____ Data under study

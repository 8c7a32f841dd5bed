/**
 * A simulate cell's run as a model for fits: a second node of the cell, which defines the
 * cell's reference `#id` with a `model` binding (engine/node.ts `RunModel`). It reads only the
 * run's inputs (its laws, span, events, step and tolerances; never its questions or results),
 * so a fit through the run does not wait on the run, a second run may use the fit's
 * estimates, and a run that reads the estimates of a fit through itself closes a cycle that
 * the graph reports. Running the model again calls `simulateCore` with some names replaced.
 */
import type { SimulateCell } from '../study/types.ts';
import type { Binding, CellError, GraphNode, Law, RunContext, RunModel, Use } from '../engine/node.ts';
import { cellRef } from '../engine/node.ts';
import type { NodeOutput } from '../engine/report.ts';
import type { Quantity } from '../units/quantity.ts';
import { symbolsOf } from '../expression/ast.ts';
import { type CoreMemo, type Fields, simulateCore } from './simulate-core.ts';
import { FieldError, guarded, lookupFrom, finiteQuantityOf } from './fields.ts';
import { collectLaws } from './laws.ts';
import { evalPiece, valueAt, valueBefore, type Trajectory } from '../simulate/trajectory.ts';

/** Relative tolerance of a model run: tight enough that differences of runs are not spoiled by the run's own error. */
export const MODEL_RTOL = 1e-10;

/**
 * The model node of a simulate cell. `uses` and `problems` are the cell's; those of its
 * questions (`find`) are left out, as the model does not answer them.
 */
export function runModelNode(cell: SimulateCell, at: string, f: Fields, uses: readonly Use[], problems: readonly CellError[]): GraphNode<NodeOutput<'simulate'>> {
  const notFind = (path: string) => !path.startsWith(`${at}.find[`);
  const own = uses.filter((u) => notFind(u.path));
  const fields: Fields = { ...f, atol: undefined, finds: [] };
  // the inputs of the model only: a question edited does not make the fits through the run run again
  const { find: _find, title: _title, plotScale: _scale, band: _band, ...inputs } = cell as SimulateCell & { plotScale?: unknown };
  return {
    key: `${cell.id}/model`,
    cell: cell.id,
    defines: [{ name: cellRef(cell.id), path: `${at}.rates` }],
    uses: own,
    allowsTime: true,
    pullsCoupledLaws: true,
    sharesShapeProblems: true,
    cycleHint: `a fit through the run "${cell.id}" cannot feed that run's own laws or events: use the fit's estimates in another run`,
    signature: JSON.stringify(inputs),
    problems: problems.filter((p) => notFind(p.path)),
    run: (ctx) => guarded(() => {
      // every field the model reads is checked as the run checks it (no integration)
      simulateCore(cell, at, fields, { ...ctx, mode: 'check' }, {});
      const laws = collectLaws(cell.rates, `${at}.rates`, ctx);
      const lookup = lookupFrom(ctx);
      const from = finiteQuantityOf(f.from!, lookup);
      const to = finiteQuantityOf(f.to!, lookup);
      const snapshot = new Map<string, Binding | undefined>();
      for (const u of own) snapshot.set(u.name, ctx.binding(u.name));
      for (const b of ctx.bindingsOf('law')) snapshot.set(cellRef(b.law.cell), b);
      const states = new Set(laws.map((l) => l.state));
      const direct = new Set<string>();
      for (const l of laws) for (const n of l.reads) direct.add(n);
      for (const e of f.events) {
        for (const fd of [e.at, e.every, e.count, e.for, ...e.targets.map((t) => t.value)]) if (fd) for (const n of symbolsOf(fd.expr)) direct.add(n);
        if (e.kind === 'set') for (const t of e.targets) direct.add(t.name);
      }
      // a parameter's value: as the laws were checked with it, else as the events read it
      const values = new Map<string, Quantity>();
      for (const n of direct) {
        if (states.has(n)) continue;
        const b = snapshot.get(n);
        const q = laws.find((l) => l.scope.has(n))?.scope.get(n) ?? (b?.kind === 'value' && b.truth === undefined ? b.q : undefined);
        if (q) values.set(n, q);
      }
      const sig = `${JSON.stringify(inputs)}|${[...snapshot].map(([n, b]) => `${n}=${b?.sig ?? ''}`).join('|')}`;
      const model = makeModel(cell, at, fields, ctx, snapshot, laws, { from: from.si, to: to.si, timeUnit: to.unit.length ? to.unit : [['s', 1]], values });
      return { ok: true, bindings: new Map([[cellRef(cell.id), { kind: 'model', cell: cell.id, sig, model } as const]]), output: {} };
    }),
  };
}

function makeModel(cell: SimulateCell, at: string, fields: Fields, ctx: RunContext, snapshot: ReadonlyMap<string, Binding | undefined>, laws: readonly Law[],
  span: Pick<RunModel, 'from' | 'to' | 'timeUnit' | 'values'>): RunModel {
  const tight: SimulateCell = { ...cell, tolerance: { relative: Math.min(cell.tolerance?.relative ?? MODEL_RTOL, MODEL_RTOL) }, find: [] };
  const memo: CoreMemo = {};
  const upstream = ctx.upstream.bind(ctx);
  const studyUnits = ctx.studyUnits;
  let lastJumps: number[] = [];
  // the run's trajectory with the names replaced, or a message
  const ownMemo: CoreMemo = {};
  const trajectory = (replaced: ReadonlyMap<string, number>, own = false): Trajectory | string => {
    const lawsNow = new Map<string, Binding | undefined>();
    for (const [name, b] of snapshot) if (b?.kind === 'law') lawsNow.set(name, withReplaced(b, replaced));
    const binding = (name: string): Binding | undefined => {
      if (lawsNow.has(name)) return lawsNow.get(name);
      const b = snapshot.get(name);
      const v = replaced.get(name);
      if (v === undefined || !b) return b;
      if (b.kind === 'value') return { kind: 'value', q: { ...b.q, si: v }, sig: '' };
      if (b.kind === 'state') return { ...b, q: { ...b.q, si: v } };
      return b;
    };
    const proxy: RunContext = {
      mode: 'run',
      binding,
      bindingsOf: (kind) => [...snapshot.keys()].flatMap((n) => {
        const b = binding(n);
        return b?.kind === kind ? [b as Extract<Binding, { kind: typeof kind }>] : [];
      }),
      upstream,
      studyUnits,
    };
    try {
      const core = own ? simulateCore({ ...cell, find: [] }, at, fields, proxy, ownMemo)! : simulateCore(tight, at, fields, proxy, memo)!;
      lastJumps = core.timeline.filter((a) => a.kind === 'add').map((a) => a.time);
      return core.run.trajectory;
    } catch (err) {
      if (err instanceof FieldError) return err.error.message;
      throw err;
    }
  };
  const n = laws.length;
  return {
    laws, reads: [...span.values.keys()], ...span,
    jumps: () => lastJumps,
    run(replaced, times) {
      const tr = trajectory(replaced);
      if (typeof tr === 'string') return { message: tr };
      const out = new Float64Array(tr.width);
      const values: Float64Array[] = [];
      for (const t of times) {
        if (!valueAt(tr, t, out)) return { message: `no value at t = ${t} s, outside the run` };
        values.push(out.slice(0, n));
      }
      return { values };
    },
    sampleAt(replaced, times, before, out) {
      const tr = trajectory(replaced, true);
      if (typeof tr === 'string') return tr;
      const v = new Float64Array(tr.width);
      const m = times.length;
      for (let k = 0; k < m; k++) {
        if (!(before[k] ? valueBefore(tr, times[k], v) : valueAt(tr, times[k], v))) return `no value at t = ${times[k]} s, outside the run`;
        for (let i = 0; i < n; i++) out[i * m + k] = v[i];
      }
      return undefined;
    },
    curve(replaced, points, own) {
      const tr = trajectory(replaced, own);
      if (typeof tr === 'string') return { message: tr };
      const t: number[] = [];
      const values: number[] = [];
      const out = new Float64Array(tr.width);
      const step = (tr.t1 - tr.t0) / Math.max(1, points - 1);
      // each piece drawn from its start to its end, so every jump shows as one
      for (const p of tr.pieces) {
        const push = (x: number) => { evalPiece(p, x, out); t.push(x); for (let i = 0; i < n; i++) values.push(out[i]); };
        push(p.t0);
        for (let x = Math.ceil((p.t0 - tr.t0) / step) * step + tr.t0; x < p.t1; x += step) if (x > p.t0) push(x);
        push(p.t1);
      }
      return { t, values };
    },
  };
}

/** A law binding with its parameters and its starting value replaced where `replaced` names them; the same binding when it names none. */
function withReplaced(b: Extract<Binding, { kind: 'law' }>, replaced: ReadonlyMap<string, number>): Binding {
  const law = b.law;
  let scope: Map<string, Quantity> | undefined;
  for (const [name, q] of law.scope) {
    const v = replaced.get(name);
    if (v !== undefined && name !== law.state) (scope ??= new Map(law.scope)).set(name, { ...q, si: v });
  }
  const start = replaced.get(law.state);
  if (!scope && start === undefined) return b;
  return { ...b, law: { ...law, scope: scope ?? law.scope, initial: start === undefined ? law.initial : { ...law.initial, si: start } } };
}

________

In the entries above, find the line with "const law = b.law;", then retype it and every line after it exactly.

  const law = b.law;
  let scope: Map<string, Quantity> | undefined;
  for (const [name, q] of law.scope) {
    const v = replaced.get(name);
    if (v !== undefined && name !== law.state) (scope ??= new Map(law.scope)).set(name, { ...q, si: v });
  }
  const start = replaced.get(law.state);
  if (!scope && start === undefined) return b;
  return { ...b, law: { ...law, scope: scope ?? law.scope, initial: start === undefined ? law.initial : { ...law.initial, si: start } } };
}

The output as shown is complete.